(Beginning of Provided records)

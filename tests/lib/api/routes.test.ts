import { readdirSync } from "node:fs";
import path from "node:path";
import { describe, expect, test } from "vitest";
import { apiRoutes } from "@/lib/api/routes";

/** Routes of our own pages, no part of the contract, and the one that answers for all others. */
const unlisted = ["/api/{path}", "/api/floor"];

interface Entrance {
  actor: string;
  may?: string;
  body?: unknown;
  query?: unknown;
}

const files = readdirSync("app/api", { recursive: true, encoding: "utf8" })
  .filter((file) => path.basename(file) === "route.ts")
  .map((file) => path.join("app/api", file));

const folderOf = (file: string) => path.dirname(file).slice("app".length);
const addressOf = (file: string) => folderOf(file).replace(/\[(?:\.\.\.)?(\w+)\]/g, "{$1}");

/** The entrances of a route's file by method; each was made by `handle`. */
async function entrancesOf(file: string): Promise<[string, Entrance][]> {
  const handlers: Record<string, { entrance: Entrance }> = await import(
    /* @vite-ignore */ path.resolve(file)
  );
  return Object.entries(handlers).map(([method, handler]) => [
    method.toLowerCase(),
    handler.entrance,
  ]);
}

const listed = files.filter((file) => !unlisted.includes(addressOf(file)));

describe("apiRoutes", () => {
  test("there are routes to hold it against", () => expect(listed.length).toBeGreaterThan(5));
  test.each(listed)("describes %s as it is: who, what it may, what it takes", async (file) => {
    for (const [method, entrance] of await entrancesOf(file)) {
      const route = apiRoutes.find((one) => one.path === addressOf(file) && one.method === method);
      expect(route, `add ${method} ${addressOf(file)} to lib/api/routes.ts`).toBeDefined();
      const { actor, may, body, query } = route!;
      expect({ actor, may }).toEqual({ actor: entrance.actor, may: entrance.may });
      expect(body === entrance.body, "the same body schema").toBe(true);
      expect(query === entrance.query, "the same query schema").toBe(true);
    }
  });
  test.each(apiRoutes.map(({ path: address }) => address))("%s has a route", (address) => {
    expect(listed.map(addressOf)).toContain(address);
  });
});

(End of Provided records)

* [Directions] Word for word, copy out the entries.

* [Solution for this task]
filename tests/lib/api/routes.test.ts
import { readdirSync } from "node:fs";
import path from "node:path";
import { describe, expect, test } from "vitest";
import { apiRoutes } from "@/lib/api/routes";

/** Routes of our own pages, no part of the contract, and the one that answers for all others. */
const unlisted = ["/api/{path}", "/api/floor"];

interface Entrance {
  actor: string;
  may?: string;
  body?: unknown;
  query?: unknown;
}

const files = readdirSync("app/api", { recursive: true, encoding: "utf8" })
  .filter((file) => path.basename(file) === "route.ts")
  .map((file) => path.join("app/api", file));

const folderOf = (file: string) => path.dirname(file).slice("app".length);
const addressOf = (file: string) => folderOf(file).replace(/\[(?:\.\.\.)?(\w+)\]/g, "{$1}");

/** The entrances of a route's file by method; each was made by `handle`. */
async function entrancesOf(file: string): Promise<[string, Entrance][]> {
  const handlers: Record<string, { entrance: Entrance }> = await import(
    /* @vite-ignore */ path.resolve(file)
  );
  return Object.entries(handlers).map(([method, handler]) => [
    method.toLowerCase(),
    handler.entrance,
  ]);
}

const listed = files.filter((file) => !unlisted.includes(addressOf(file)));

describe("apiRoutes", () => {
  test("there are routes to hold it against", () => expect(listed.length).toBeGreaterThan(5));
  test.each(listed)("describes %s as it is: who, what it may, what it takes", async (file) => {
    for (const [method, entrance] of await entrancesOf(file)) {
      const route = apiRoutes.find((one) => one.path === addressOf(file) && one.method === method);
      expect(route, `add ${method} ${addressOf(file)} to lib/api/routes.ts`).toBeDefined();
      const { actor, may, body, query } = route!;
      expect({ actor, may }).toEqual({ actor: entrance.actor, may: entrance.may });
      expect(body === entrance.body, "the same body schema").toBe(true);
      expect(query === entrance.query, "the same query schema").toBe(true);
    }
  });
  test.each(apiRoutes.map(({ path: address }) => address))("%s has a route", (address) => {
    expect(listed.map(addressOf)).toContain(address);
  });
});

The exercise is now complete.